# Kuota dealers



## Kuma601 (Jan 22, 2004)

I picked mine up back in early '08 and it's been a nice bike for me. The following season, that dealer stopped carrying them. I asked but was given the answer, we just decided to not carry the line. Hmm...ok. So I looked at Kuota USA's new dealer listing...another shop. Now with '09 closing, I see that they are no longer listed as a dealer ...seems that Kuota is making rounds but no one dealer sticks with them beyond a season...???

IDK how dealership guidelines are...just makes me wonder why it isn't consistent?


----------



## master2129 (Mar 30, 2007)

I'll tell you why. Kuota is a bunch of ASSES. They think their bikes are the best and they demand Dealers to stock 20+ frames and take up more floor space for the line.
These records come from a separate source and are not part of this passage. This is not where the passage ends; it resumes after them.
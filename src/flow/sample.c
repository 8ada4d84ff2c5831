/* twinhorizon: linear stability of sonic horizon pairs in Bose-Einstein condensates
 * SPDX-License-Identifier: GPL-3.0-or-later
 *
 * Probing a flow: a graded row of samples that resolves every feature, local maxima between
 * samples, and the integral of v. Goes in: a flow with pieces, features and ends. Comes out:
 * numbers that th_flow_create checks and keeps. May call: flow (evaluation), status.
 *
 * Symbols: v speed, c sound speed, w width of a feature, j place in the row around a feature.
 * To probe more densely lower GRADE_STEP or raise EVEN_STEPS; nothing else depends on them.
 * Proved by tests/test_flow.c (narrow edges, shallow pockets, ring integrals). */
#include "inside.h"

#include <float.h>
#include <gsl/gsl_sort.h>
#include <math.h>

/* Even samples of a piece that is not uniform: resolve whatever has no feature of its own. */
enum { EVEN_STEPS = 64 };
/* Samples around a feature lie at x + w sinh(j GRADE_STEP): eight a width in the middle, and eight
 * per factor e of distance outside. */
#define GRADE_STEP 0.125
/* Distances beyond this many widths are as good as infinite; keeps j a small integer. */
#define GRADE_FAR 1e300
/* v - c below this many roundings of the larger of the two is zero. */
#define SONIC_ROUNDINGS 4
/* A peak of v - c between samples is looked at when v - c there is at most this many times its
 * change to the neighbours: on a parabola the true peak exceeds the sample by less than a quarter
 * of that change, so the factor is generous. */
#define PEAK_REACH 8
/* Golden section shrinks its bracket by 0.618 a step: 40 steps leave 1e-8 of it, and the value at a
 * smooth maximum is then exact to rounding. */
enum { GOLDEN_STEPS = 40 };
/* Adaptive integration: relative error a panel, far below the 1e-9 it is compared with, and the
 * number of halvings after which a panel is taken as it is (a jump inside a piece). */
#define PANEL_TOLERANCE 1e-13
enum { PANEL_HALVINGS = 30 };

int th_flow_side(const th_flow_point *point)
{
    double excess = point->v - point->c;

    if (fabs(excess) <= SONIC_ROUNDINGS * DBL_EPSILON * fmax(point->v, point->c))
        return 0;
    return excess > 0 ? 1 : -1;
}

static double place(double x, const th_feature *f)
{
    double far = fmax(-GRADE_FAR, fmin(GRADE_FAR, (x - f->x) / f->width));

    return asinh(far) / GRADE_STEP;
}

/* The places of one piece, unsorted, edges included; x == NULL only counts them. */
static size_t places(const th_flow *flow, int piece, double *x)
{
    double left = flow->edge[piece], right = flow->edge[piece + 1];
    int images = flow->ends.kind == TH_ENDS_RING ? 1 : 0;
    int steps = flow->uniform[piece] ? 1 : EVEN_STEPS;
    size_t n = 0;

    for (int i = 0; i <= steps; i++, n++)
        if (x != NULL)
            x[n] = i == steps ? right : left + (right - left) * i / steps;
    for (int i = 0; i < flow->features && !flow->uniform[piece]; i++)
        for (int image = -images; image <= images; image++) { /* seen across the seam */
            th_feature f = flow->feature[i];

            f.x += image * flow->ends.circumference;
            for (double j = ceil(place(left, &f)); j <= floor(place(right, &f)); j++, n++)
                if (x != NULL)
                    x[n] = fmin(right, fmax(left, f.x + f.width * sinh(j * GRADE_STEP)));
        }
    return n;
}

/* Bracketed search for the largest sign * measure on [a, b]; the best place goes to *at. */
static double golden(const th_flow *flow, int piece, double a, double b, th_flow_measure measure,
                     double sign, double *at)
{
    const double ratio = 0.61803398874989484820;
    double x[2] = {b - ratio * (b - a), a + ratio * (b - a)}, f[2];
    th_flow_point p;
    int keep;

    for (int i = 0; i < 2; i++) {
        th_flow_eval(flow, piece, x[i], &p);
        f[i] = sign * measure(&p);
    }
    for (int step = 0; step < GOLDEN_STEPS; step++) {
        if (f[0] > f[1]) { /* the maximum lies in [a, x1] */
            b = x[1];
            x[1] = x[0];
            f[1] = f[0];
            x[0] = b - ratio * (b - a);
            keep = 0;
        } else {
            a = x[0];
            x[0] = x[1];
            f[0] = f[1];
            x[1] = a + ratio * (b - a);
            keep = 1;
        }
        th_flow_eval(flow, piece, x[keep], &p);
        f[keep] = sign * measure(&p);
    }
    keep = f[0] > f[1] ? 0 : 1;
    *at = x[keep];
    return sign * f[keep];
}

double th_flow_refine(const th_flow *flow, const th_flow_sample *sample, int count, int i,
                      th_flow_measure measure)
{
    const th_flow_sample *s = &sample[i];
    double here = measure(&s->point), at, found;
    int low = i > 0 && sample[i - 1].piece == s->piece ? i - 1 : i;
    int high = i < count - 1 && sample[i + 1].piece == s->piece ? i + 1 : i;

    if (low == high || th_flow_piece_uniform(flow, s->piece))
        return here;
    found = golden(flow, s->piece, sample[low].x, sample[high].x, measure, 1, &at);
    return fmax(here, found);
}

static double excess(const th_flow_point *p)
{
    return p->v - p->c;
}

/* Does v - c, of one sign at s[-1], s[0], s[1], cross to the other between them? If so *found is a
 * sample on the other side. */
static bool hidden_peak(const th_flow *flow, const th_flow_sample *s, th_flow_sample *found)
{
    int side = th_flow_side(&s->point);
    double before = fabs(excess(&s[-1].point)), here = fabs(excess(&s->point));
    double after = fabs(excess(&s[1].point));

    if (side == 0 || th_flow_side(&s[-1].point) != side || th_flow_side(&s[1].point) != side)
        return false;
    if (s[-1].piece != s->piece || s[1].piece != s->piece || here > before || here > after)
        return false;
    if (here > PEAK_REACH * (fmax(before, after) - here))
        return false;
    found->piece = s->piece;
    (void)golden(flow, s->piece, s[-1].x, s[1].x, excess, -side, &found->x);
    th_flow_eval(flow, s->piece, found->x, &found->point);
    return th_flow_side(&found->point) == -side;
}

/* Copy the samples with hidden peaks put in place; to holds twice as many. */
static int insert_peaks(const th_flow *flow, const th_flow_sample *from, int count,
                        th_flow_sample *to)
{
    int n = 0;

    for (int i = 0; i < count; i++) {
        th_flow_sample peak;
        bool found = i > 0 && i < count - 1 && hidden_peak(flow, &from[i], &peak);

        if (found && peak.x < from[i].x)
            to[n++] = peak;
        to[n++] = from[i];
        if (found && peak.x >= from[i].x)
            to[n++] = peak;
    }
    return n;
}

th_status th_flow_sample_all(const th_flow *flow, th_flow_sample **out, int *count, th_error *err)
{
    th_status st = TH_EBUG;
    th_flow_sample *plain = NULL, *sample = NULL;
    double *x = NULL;
    bool open = flow->ends.kind == TH_ENDS_OPEN;
    size_t total = 2, most = 0;
    int n = 0;

    for (int p = 0; p < flow->pieces; p++) {
        size_t here = places(flow, p, NULL);

        total += here;
        most = here > most ? here : most;
    }
    plain = th_take(flow->workspace, total, sizeof *plain);
    sample = th_take(flow->workspace, 2 * total, sizeof *sample);
    x = th_take(flow->workspace, most, sizeof *x);
    if (plain == NULL || sample == NULL || x == NULL) {
        st = th_fail(err, TH_ENOMEM, "flow: %zu samples", total);
        goto done;
    }
    if (open)
        plain[n++] = (th_flow_sample){.piece = -1, .x = flow->edge[0]};
    for (int p = 0; p < flow->pieces; p++) {
        size_t here = places(flow, p, x);

        gsl_sort(x, 1, here); /* in place, where qsort may ask for memory */
        for (size_t i = 0; i < here; i++)
            if (i == 0 || x[i] > x[i - 1])
                plain[n++] = (th_flow_sample){.piece = p, .x = x[i]};
    }
    if (open)
        plain[n++] = (th_flow_sample){.piece = flow->pieces, .x = flow->edge[flow->pieces]};
    for (int i = 0; i < n; i++)
        th_flow_eval(flow, plain[i].piece, plain[i].x, &plain[i].point);
    *count = insert_peaks(flow, plain, n, sample);
    *out = sample;
    sample = NULL;
    st = TH_OK;
done:
    th_give(flow->workspace, x);
    th_give(flow->workspace, plain);
    th_give(flow->workspace, sample);
    return st;
}

/* Eight-point Gauss-Legendre rule on [a, b]. Nodes and weights: "Handbook of Mathematical
 * Functions", National Bureau of Standards (1964), table 25.4. */
static double panel(const th_flow *flow, int piece, double a, double b)
{
    static const double node[4] = {0.18343464249564980494, 0.52553240991632898582,
                                   0.79666647741362673959, 0.96028985649753623168};
    static const double weight[4] = {0.36268378337836198297, 0.31370664587788728734,
                                     0.22238103445337447054, 0.10122853629037625915};
    double middle = (a + b) / 2, half = (b - a) / 2, sum = 0;

    for (int i = 0; i < 4; i++) {
        th_flow_point low, high;

        th_flow_eval(flow, piece, middle - half * node[i], &low);
        th_flow_eval(flow, piece, middle + half * node[i], &high);
        sum += weight[i] * (low.v + high.v);
    }
    return half * sum;
}

static double adapt(const th_flow *flow, int piece, double a, double b, double whole, int halvings)
{
    double middle = (a + b) / 2;
    double left = panel(flow, piece, a, middle), right = panel(flow, piece, middle, b);

    if (halvings == 0 || fabs(left + right - whole) <= PANEL_TOLERANCE * fabs(whole))
        return left + right;
    return adapt(flow, piece, a, middle, left, halvings - 1) +
           adapt(flow, piece, middle, b, right, halvings - 1);
}

double th_flow_integrate_speed(const th_flow *flow, const th_flow_sample *sample, int count)
{
    double sum = 0;

    for (int i = 1; i < count; i++) {
        int piece = sample[i].piece;
        double a = sample[i - 1].x, b = sample[i].x;

        if (sample[i - 1].piece == piece)
            sum += adapt(flow, piece, a, b, panel(flow, piece, a, b), PANEL_HALVINGS);
    }
    return sum;
}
That's why Dealers drop them. Their Reps are just as bad and nothing is ever in stock. This is coming from someone who is very good friends with an Ex-Dealer.


----------



## Kuma601 (Jan 22, 2004)

I had a deep suspicion I'd receive a response like that. Sad...for Kuota.  Thanks.


----------



## Larry87 (Jan 15, 2008)

I find it hard to believe that Kuota is demanding dealers to carry 20+ frames. My local dealer where I picked up my Kross bike doesn't have that many bikes on the floor.


----------



## Kuma601 (Jan 22, 2004)

I'm completely outside the bike industry so I dunno how these dealer issue are. It would be interesting what Trek, Specialized and Giant ask of their participating dealers. Locally, the shops are well stocked with well more than 20 bikes in multiple sizes. Kuota being a much smaller name to them, 20 is a big order to have as inventory.


----------